Damit unterliegt die belangte Behörde einem Rechtsirrtum. Hat die Ehefrau des Beschwerdeführers nämlich ihr Recht auf Freizügigkeit in Anspruch genommen, wäre der Beschwerdeführer auch in Österreich als begünstigter Drittstaatsangehöriger anzusehen (vgl. zu einer ähnlichen Konstellation das hg. Erkenntnis vom , Zl. 2007/18/0077).
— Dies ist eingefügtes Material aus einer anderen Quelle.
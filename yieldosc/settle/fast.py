"""The quick way: a fitted shift for most units, the full balance for those that no fit holds, a sample by both.

The residual of the sample is measured in every large call and in some of the others; above the tolerance the whole
call is solved in full.
"""

from __future__ import annotations

from collections.abc import Callable
from dataclasses import dataclass, replace

import numpy as np
from numpy.typing import NDArray

from yieldosc.settle.prepared import Prepared
from yieldosc.settle.refine import TOLERANCE, Refined
from yieldosc.settle.settled import Figures, Settled, figures, undisturbed, waves, write, write_in_full
from yieldosc.settle.shift import FAST_TOLERANCE, FittedShift, Prediction
from yieldosc.solver.solution import Settling, Solution

Array = NDArray[np.float64]
CHECKED = 24
ALWAYS_CHECKED = 6000  # live units of a call
CHECKED_OF = 8
FEWEST = 256  # live units below which training would cost more than solving them
SEED = 77


@dataclass(frozen=True, slots=True)
class Checked:
    """Settled units and the account of how they were found."""

    settled: Settled
    account: Settling


def in_full(live: Prepared, solution: Solution, *, limiter: str, tolerance: float = TOLERANCE) -> Checked:
    """Every live unit by harmonic balance."""
    out = _blank(live, solution)
    write_in_full(out, live, tolerance=tolerance)
    return Checked(out, _account(out, limiter, "full", tolerance, full=len(live.rows)))


def fast(
    live: Prepared,
    solution: Solution,
    fitted: FittedShift,
    *,
    limiter: str,
    tolerance: float = TOLERANCE,
    fast_tolerance: float = FAST_TOLERANCE,
) -> Checked:
    """Live units by the fitted shift, in full where it holds none. tolerance: of the full balance on doubling its
    harmonics; fast_tolerance: largest relative difference in frequency that the checked units may show."""
    if len(live.rows) < FEWEST:
        return in_full(live, solution, limiter=limiter, tolerance=tolerance)
    return _checked(live, solution, fitted.predict, limiter, "fitted shift", tolerance, fast_tolerance)


def unshifted(
    live: Prepared, solution: Solution, *, limiter: str, negligible: float, tolerance: float = TOLERANCE
) -> Checked:
    """Live units at their zero-phase frequency, where a sample has shown shifts below `negligible` (relative); the
    distortion is what a sinusoid of the first-harmonic amplitude makes, filtered by the network."""
    return _checked(live, solution, _sinusoids, limiter, "no shift", tolerance, negligible)


def _sinusoids(live: Prepared) -> Prediction:
    m = len(live.rows)
    x = np.zeros((m, 32), dtype=np.complex128)
    x[:, 1] = live.limiter.first_amplitude(live.excess)
    none = np.zeros(m, dtype=bool)
    wave = Refined(np.zeros(m), x, np.ones(m, dtype=np.int64), ~none, none)
    return Prediction(figures(wave.shift, *waves(live, wave)), ~none)


def _checked(
    live: Prepared,
    solution: Solution,
    predict: Callable[[Prepared], Prediction],
    limiter: str,
    method: str,
    tolerance: float,
    allowed: float,
) -> Checked:
    out = _blank(live, solution)
    guess = predict(live)
    known, unknown = np.flatnonzero(guess.known), np.flatnonzero(~guess.known)
    write(out, live.take(known), _some(guess.figures, known))
    write_in_full(out, live.take(unknown), tolerance=tolerance)
    sampled = known[_sample(len(known))] if _checks(live) else known[:0]
    rows, residual, shift = _measured(out, live.take(sampled), solution, tolerance)
    missed = not residual <= allowed
    if missed:
        write_in_full(out, live.take(known), tolerance=tolerance)
    account = _account(out, limiter, method, allowed, full=len(live.rows) if missed else len(unknown))
    return Checked(out, replace(account, checked=rows, residual=residual, largest_shift=shift, fell_back=missed))


def _checks(live: Prepared) -> bool:
    """Every large call is checked, of the smaller ones one in eight: all share the fits, which depend on the circuit
    and its nominal values only. Which ones hangs on their first unit, so that no order of calls changes a digit."""
    if len(live.rows) >= ALWAYS_CHECKED or not len(live.rows):
        return True
    bits = int(np.frexp(live.excess[0])[0] * 2**53)
    return bits % CHECKED_OF == 0


def _measured(out: Settled, sample: Prepared, solution: Solution, tolerance: float) -> tuple[int, float, float]:
    """Units checked, largest relative difference from their full balance, largest shift. The difference is infinite
    where the balance does not converge: a fit has nothing to stand on there."""
    full = undisturbed(solution)
    write_in_full(full, sample, tolerance=tolerance)
    rows = sample.rows
    if full.not_converged[rows].any():
        return len(rows), float("inf"), 0.0
    residual = np.abs(out.settled_hz[rows] / full.settled_hz[rows] - 1)
    shift = np.abs(full.settled_hz[rows] / full.first_hz[rows] - 1)
    return len(rows), float(np.max(residual, initial=0.0)), float(np.max(shift, initial=0.0))


def _blank(live: Prepared, solution: Solution) -> Settled:
    out = undisturbed(solution)
    out.not_converged[live.lost] = True
    return out


def _sample(count: int) -> NDArray[np.intp]:
    rng = np.random.default_rng([SEED, count])
    return np.sort(rng.choice(count, size=min(CHECKED, count), replace=False))


def _some(found: Figures, rows: NDArray[np.intp]) -> Figures:
    return Figures(*(getattr(found, name)[rows] for name in Figures.__slots__))


def _account(out: Settled, limiter: str, method: str, tolerance: float, *, full: int) -> Settling:
    return Settling(
        limiter=limiter,
        method=method,
        tolerance=tolerance,
        full=full,
        capped=int(np.count_nonzero(out.capped)),
        not_converged=int(np.count_nonzero(out.not_converged)),
    )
Das für die Inanspruchnahme der Freizügigkeit zu fordernde grenzüberschreitende Element wäre verwirklicht, wenn die Ehefrau des Beschwerdeführers als österreichische Staatsbürgerin in einem anderen EU-Mitgliedstaat, nämlich Spanien, lebt und arbeitet. Im Übrigen würde die von der belangten Behörde vertretene Ansicht, wonach sich ein Drittstaatsangehöriger nur im Aufnahmemitgliedstaat, nicht jedoch in dem Mitgliedstaat, dessen Staatsangehörigkeit sein Ehegatte besitzt, auf sein Recht nach der Richtlinie 2004/38/EG berufen könnte, ein Hindernis für den freien Personenverkehr bedeuten; ein EU-Bürger könnte sich in diesem Fall davon abhalten lassen, seine Freizügigkeit in Anspruch zu nehmen, wenn er damit rechnen müsste, dass sich sein Ehegatte im Fall einer Rückkehr in den Heimatstaat des EU-Bürgers nicht auf die Bestimmungen der Richtlinie berufen könnte.
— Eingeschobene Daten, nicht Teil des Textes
"""An evaluator that adds where each unit settles to what another evaluator says of it."""

from __future__ import annotations

from collections.abc import Mapping
from dataclasses import replace

import numpy as np
from numpy.typing import NDArray

from yieldosc.circuits.circuit import Circuit
from yieldosc.settle.drive import drive_w, swing_amplitudes
from yieldosc.settle.fast import Checked, fast, in_full, unshifted
from yieldosc.settle.prepared import Prepared, level_is_held, prepare
from yieldosc.settle.settled import undisturbed, write_in_full
from yieldosc.settle.shift import SPREADS, FittedShift, training_values
from yieldosc.settle.transfer import limited_loop
from yieldosc.solver.evaluator import Evaluator
from yieldosc.solver.solution import Settling, Solution, Status

Array = NDArray[np.float64]
ROOM_C = 25.0
NEGLIGIBLE = 1e-6  # of the limits' width
SHOWN = 32  # units of the sample that decides whether shifts are negligible
SAMPLE_SEED = 4


class SettlingEvaluator:
    """Fills settled_hz and distortion by the circuit's option `limiter`. Keeps fits that depend only on the circuit and
    its nominal values, so that no answer depends on what was asked before."""

    def __init__(
        self,
        circuit: Circuit,
        nominal: Mapping[str, float],
        crossing: Evaluator,
        *,
        limits_width_hz: float | None = None,
        fitted: bool = True,
    ) -> None:
        """crossing: the evaluator of frequency and margin; limits_width_hz: between the frequency limits: shifts below
        1 ppm of it are not computed unit by unit; fitted = False: every unit by harmonic balance in full.
        NoLimiterError where the declared limiter cannot be found in the circuit."""
        self.circuit = circuit
        self.nominal = {name: float(value) for name, value in nominal.items()}
        self.crossing = crossing
        self.limiter = circuit.options["limiter"]
        if self.limiter != "agc":
            limited_loop(circuit)  # a circuit without a model of its limiter is refused before any unit is solved
        self.limits_width_hz = limits_width_hz
        self.fitted = fitted
        self._fit = FittedShift(self._training)
        self._negligible: bool | None = None

    def __getstate__(self) -> dict[str, object]:
        names = ("circuit", "nominal", "crossing", "limits_width_hz", "fitted")
        return {name: getattr(self, name) for name in names} | {"fits": self._fit.made}

    def __setstate__(self, state: dict[str, object]) -> None:
        made = dict(state)
        fits = made.pop("fits")
        self.__init__(  # type: ignore[misc]
            made.pop("circuit"), made.pop("nominal"), made.pop("crossing"), **made
        )
        self._fit.made = fits  # type: ignore[assignment]

    def solve(
        self,
        values: Mapping[str, Array],
        temperature_c: float,
        *,
        own_law: frozenset[str] = frozenset(),
        growth: bool = False,
        audit: NDArray[np.bool_] | None = None,
    ) -> Solution:
        """See `Evaluator.solve`; a starting unit whose balance does not converge is `undefined`."""
        solution = self.crossing.solve(values, temperature_c, own_law=own_law, growth=growth, audit=audit)
        if level_is_held(self.limiter, solution):
            found = Checked(undisturbed(solution), Settling(limiter=self.limiter, method="held", tolerance=0.0))
        else:
            live = prepare(self.circuit, values, temperature_c, solution, limiter=self.limiter, own_law=own_law)
            found = self._settled(live, solution)
        settled = found.settled
        amplitudes = swing_amplitudes(
            self.circuit, values, temperature_c, settled.settled_hz, own_law=own_law
        ) or (settled.amplitude_in_v, settled.amplitude_out_v)
        drive = drive_w(self.circuit, values, temperature_c, settled.settled_hz, amplitudes[0], own_law=own_law)
        lost = settled.not_converged & (solution.status == Status.STARTS)
        return replace(
            solution,
            status=np.where(lost, np.int8(Status.UNDEFINED), solution.status),
            settled_hz=settled.settled_hz,
            distortion=settled.distortion_out,
            distortion_in=settled.distortion_in,
            amplitude_v=amplitudes[1],
            amplitude_in_v=amplitudes[0],
            drive_w=drive,
            settling=found.account,
        )

    def other_modes(
        self, values: Mapping[str, Array], temperature_c: float, *, own_law: frozenset[str] = frozenset()
    ) -> list[tuple[float, ...]]:
        """See `Evaluator.other_modes`."""
        return self.crossing.other_modes(values, temperature_c, own_law=own_law)

    def _settled(self, live: Prepared, solution: Solution) -> Checked:
        if not self.fitted:
            return in_full(live, solution, limiter=self.limiter)
        if self.limits_width_hz is not None and len(live.rows):
            negligible = NEGLIGIBLE * self.limits_width_hz / float(np.median(live.first_hz))
            if self._is_negligible(negligible):
                return unshifted(live, solution, limiter=self.limiter, negligible=negligible)
        return fast(live, solution, self._fit, limiter=self.limiter)

    def _is_negligible(self, negligible: float) -> bool:
        """Whether a third of `negligible` covers every shift of a sample around the nominal unit; solved once."""
        if self._negligible is None:
            solution, live = self._made(SPREADS[-1], SHOWN, np.random.default_rng(SAMPLE_SEED), growing_only=True)
            out = undisturbed(solution)
            write_in_full(out, live)
            rows = live.rows
            shift = np.abs(out.settled_hz[rows] / out.first_hz[rows] - 1)
            self._negligible = bool(
                rows.size >= SHOWN // 2 and not out.not_converged.any() and np.max(shift) <= negligible / 3
            )
        return self._negligible

    def _training(self, spread: float, count: int, rng: np.random.Generator) -> Prepared:
        return self._made(spread, count, rng, growing_only=False)[1]

    def _made(
        self, spread: float, count: int, rng: np.random.Generator, *, growing_only: bool
    ) -> tuple[Solution, Prepared]:
        """Units around the nominal one at room temperature; under `agc` as if their level control were at its stop."""
        values = training_values(self.circuit, self.nominal, spread, count, rng)
        solution = self.crossing.solve(values, ROOM_C)
        limiter = "clip" if self.limiter == "agc" else self.limiter
        live = prepare(self.circuit, values, ROOM_C, solution, limiter=limiter, growing_only=growing_only)
        return solution, live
Gemäß § 9 Abs. 1 Z. 1 FPG wäre für den Fall, dass die Ehefrau des Beschwerdeführers ihr Recht auf Freizügigkeit in Anspruch genommen hätte, zur Entscheidung über seine Berufung gegen die erstinstanzliche Abweisung seines Antrags auf Aufhebung des Aufenthaltsverbotes der Unabhängige Verwaltungssenat Wien zuständig.

Dadurch, dass die belangte Behörde in Verkennung der Rechtslage dazu keine Feststellungen dazu getroffen hat, belastet sie den angefochtenen Bescheid mit inhaltlicher Rechtswidrigkeit; dieser war daher gemäß § 42 Abs. 2 Z. 1 VwGG aufzuheben.

Der Zuspruch von Kosten beruht auf den §§ 47 ff VwGG iVm der Verordnung BGBl. II Nr. 455/2008.